#6915 closed defect (bug) (fixed)
BP Email template: the unsubscribe link & the account activation email
Reported by: | imath | Owned by: | |
---|---|---|---|
Milestone: | 2.5 | Priority: | normal |
Severity: | normal | Version: | |
Component: | Core | Keywords: | dev-feedback has-patch |
Cc: |
Description
While testing the patch on #6913 i've noticed the "Unsubscribe" link was inserted inside the activation email although the user is not activated yet.
For regular WordPress config : clicking on the unsubscribe link displays the login form, when trying to login it displays an error "please activate your account".
For all other configs (BP_SIGNUPS_SKIP_USER_CREATION
&& multisite) the unsubscribe link has an empty href
attribute.
I wonder if it's possible to avoid displaying this unsubscribe link if the email type is core-user-registration-with-blog
or core-user-registration
, and if we should actually do it ?
Attachments (2)
Change History (12)
#3
@
9 years ago
Attached patch passes the 'To' email info into the email template for checking so we can determine if the "Unsubscribe" link should show in emails.
I had to move the 'to'
parameter higher up to the bp_get_email()
function and I had to stash the parameter in the buddypress()
object in order so we can access this info in the email template. Yeah, I know...
To determine if a user should see the "Unsubscribe" link, I created an email template function called bp_email_is_recipient_to_singular_user()
(pardon the crappy name for now!). In this function, I'm using bp_is_user_active()
, which I've patched to determine if a user is pending as well.
If we like this technique, we could also move the tokens to bp_get_email()

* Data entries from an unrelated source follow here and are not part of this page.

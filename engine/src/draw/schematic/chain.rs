//! What follows the gain stage, as the drawing places it: the filter sections in signal
//! order, each with its shape (first order: R along the line, C to ground, follower;
//! unity-gain Sallen-Key: R1, R2 in series to the + input, C_f from their junction to the
//! output, C_g from + to ground, follower; unity-gain multiple feedback: R1 into a junction
//! with C_g to ground, R2 back from the output, R3 on to the − input, C_f from the output to
//! the − input, + on a reference), then the drive: the resistor to the converter pin and the
//! parts from the pin to ground or a rail (charge bucket, clamp diode).
//!
//! Found by the filter and drive stages' roles (`by_role`: each part names its section and
//! its place there), or, for circuits without roles, by walking from the gain stage's output
//! and matching those shapes (`by_shape`). Parts neither places stay for the fallback area.

use super::plan::Step;

/// The shape of a section and its parts (indices into the circuit's parts).
#[derive(Debug, Clone, PartialEq)]
pub(super) enum Shape {
    FirstOrder { r: usize, cg: usize },
    SallenKey { r1: usize, r2: usize, cf: usize, cg: usize },
    MultipleFeedback { r1: usize, r2: usize, r3: usize, cg: usize, cf: usize },
}

/// One filter section: its amplifier, shape and nodes.
#[derive(Debug, Clone)]
pub(super) struct Section {
    pub(super) shape: Shape,
    pub(super) amp: usize,
    pub(super) input: String,
    /// Junction after R1 (Sallen-Key, multiple feedback), the amplifier's inputs, its output.
    pub(super) a: String,
    pub(super) plus: String,
    pub(super) minus: String,
    pub(super) out: String,
    /// For an inverting section whose reference is neither ground nor a rail: the parts from
    /// the reference node to rails and ground, drawn at the first section that uses it
    /// (later ones show the node's name).
    pub(super) reference: Option<Vec<Step>>,
    /// Caption from the amplifier's description in the circuit model (one or two lines).
    pub(super) caption: Vec<String>,
}

/// The converter drive: the series resistor (if any) and what sits at the pin.
#[derive(Debug, Clone, Default)]
pub(super) struct Drive {
    pub(super) resistor: Option<usize>,
    /// Parts from the pin to ground or a rail: charge bucket, clamp diode.
    pub(super) at_pin: Vec<Step>,
}

/// What follows the gain stage, in signal order, and the pin it ends at.
#[derive(Debug, Clone, Default)]
pub(super) struct Chain {
    pub(super) sections: Vec<Section>,
    pub(super) drive: Drive,
    /// Where the walk ended: the pin, unless it stopped short.
    pub(super) end: String,
    /// The converter pin: the node of the bench's converter load, if there is one.
    pub(super) pin: Option<String>,
}

impl Chain {
    /// Nothing of the filter or the drive was found.
    pub(super) fn is_empty(&self) -> bool {
        self.sections.is_empty() && self.drive.resistor.is_none() && self.drive.at_pin.is_empty()
    }

    /// The walk ended on a node other than the converter pin (a chain it could not follow).
    pub(super) fn short(&self) -> bool {
        self.pin.as_ref().is_some_and(|p| *p != self.end)
    }
}

impl Shape {
    /// The passive parts of the section.
    pub(super) fn parts(&self) -> Vec<usize> {
        match *self {
            Shape::FirstOrder { r, cg } => vec![r, cg],
            Shape::SallenKey { r1, r2, cf, cg } => vec![r1, r2, cf, cg],
            Shape::MultipleFeedback { r1, r2, r3, cg, cf } => vec![r1, r2, r3, cg, cf],
        }
    }
}

/// "section 2 (Sallen-Key, f_n 33.7 kHz, Q 0.710): unity-gain amplifier" →
/// ["section 2 · Sallen-Key", "f_n 33.7 kHz, Q 0.710"]: the model's own words, split in two
/// lines; nothing without the "name (details): role" form.
pub(super) fn caption(purpose: &str) -> Vec<String> {
    let Some((head, _)) = purpose.split_once(": ") else { return Vec::new() };
    let Some((name, inner)) = head.split_once(" (") else { return vec![head.to_string()] };
    let inner = inner.strip_suffix(')').unwrap_or(inner);
    match inner.split_once(", ") {
        Some((kind, rest)) => vec![format!("{name} · {kind}"), rest.to_string()],
        None => vec![format!("{name} · {inner}")],
    }
}

#[cfg(test)]
mod tests {
    use super::caption;

    #[test]
    fn caption_splits_the_model_text() {
        assert_eq!(
            caption("section 2 (Sallen-Key, f_n 33.7 kHz, Q 0.710): unity-gain amplifier"),
            ["section 2 · Sallen-Key", "f_n 33.7 kHz, Q 0.710"]
        );
        assert_eq!(caption("section 1 (first order, f_c 5 kHz): follower"), ["section 1 · first order", "f_c 5 kHz"]);
        assert!(caption("amplifier").is_empty());
    }
}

so we could potentially do other checks in the email template.
#4
@
9 years ago
The idea with bp_get_email()
was that it encapsulates the query to fetch a WP_Post
and handles that (which is why it sets subject/content/template, because that data comes from the Post). My initial thoughts are that I don't like the idea of moving any other data into that doesn't directly come from that Post. I like the separation of concerns. The recipient details come from another place.
There's no reason why a more custom implementation of our email system could be made by someone who chooses to not use bp_get_email()

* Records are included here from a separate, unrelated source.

#[test]
fn bridge_fields_are_read_and_refused_by_name() {
    let base = |source: &str| {
        format!(
            r#"{{"source": {source}, "destination": {{"min": 0, "max": 3.3, "sample_rate": 100}}, "supplies": [5]}}"#
        )
    };
    let cases = [
        (r#"{"kind": "bridge", "sensitivity": "2 m", "bridge_resistance": 350}"#, "source.excitation"),
        (r#"{"kind": "bridge", "excitation": 5, "bridge_resistance": 350}"#, "source.sensitivity"),
        (r#"{"kind": "bridge", "excitation": 5, "sensitivity": "2 m"}"#, "source.bridge_resistance"),
        (
            r#"{"kind": "bridge", "excitation": 5, "sensitivity": "2 m", "bridge_resistance": 350, "active_arms": 3}"#,
            "source.active_arms",
        ),
        (
            r#"{"kind": "bridge", "excitation": 5, "sensitivity": "2 m", "bridge_resistance": 350,
                "common_mode_min": 1}"#,
            "source.common_mode_min",
        ),
        (r#"{"min": 0, "max": 1, "excitation": 5}"#, "source.excitation"),
        (
            r#"{"kind": "bridge", "excitation": 5, "sensitivity": "2 m", "bridge_resistance": 350, "zero_balance": 2}"#,
            "source.zero_balance",
        ),
        (
            r#"{"kind": "bridge", "excitation": "mains", "sensitivity": "2 m", "bridge_resistance": 350}"#,
            "source.excitation",
        ),
    ];
    let mut rows = Vec::new();
    for (source, field) in cases {
        let got = Request::from_json(&base(source)).err().map(|e| e.field);
        rows.push(fact(
            format!("{source} → error on {field} (got {got:?})"),
            got.as_deref() == Some(field),
            "request contract",
        ));
    }
    check(&rows);
}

. Perhaps they are creating their own bp_send_email
for use in their own plugin, for some reason, and bypass bp_get_email()
entirely (maybe they aren't using Posts to store email content). While this isn't my strongest argument ever, moving any part of recipient information or tokens into bp_get_email()
just means more work for someone to copy out of our functions and paste it somewhere else (and be baffled why all they need isn't in one place to copy from).
If the goal of patch idea is to provide conditional logic around token rendering (plus the blocks of markup around them), I'd rather take the time to consider replacing the basic/simple token parsing logic with a real Mustache template parser. For example, see https://mustache.github.io/mustache.5.html under "Sections" ({{#person}}
etc).
#5
@
9 years ago
- Keywords has-patch added
I'd rather take the time to consider replacing the basic/simple token parsing logic with a real Mustache template parser.
I think this would be very cool and quite easy to integrate.
Only question is what Mustache parser we would want to use.
- mustache.php is linked from the official mustache Github page. Could use Composer for this, but library is 176kb.
- LightnCandy claims to be 2-7 times faster than mustache.php, but requires PHP 5.3 due to namespaces. Library is also 196kb.
For 6915.mustache.patch
, I decided to pick a lesser-known library, php-mustache, that is only 40kb and licensed under the BSD. We can pick and choose any library, I just chose one that was relatively small.
To address the issue in this ticket, I've included some unit tests for bp_core_replace_tokens_in_text()
and have changed the email template to use a mustache section for the unsubscribe block -- {{#unsubscribe}}
. The 'unsubscribe'
token is only added if the user is active. See the changes made to bp_email_set_default_tokens()
and bp_is_user_active()
.
Now, the unsubscribe link will not show up in registration and activation emails.
unsubscribe
will be empty if the recipient can't be found byget_user_by( 'email', ... )
. There's no support for using tokens in a conditional.We could set the default value for this to wp-login.php, so at the very least, people arrive at the log-in form, which is better than a broken link, because they get a message telling them to activate their account first.
Until if/when we have a "real" unsubscribe link that doesn't require you to be logged in, this is probably the easiest and least messy solution I can think of. What do you think?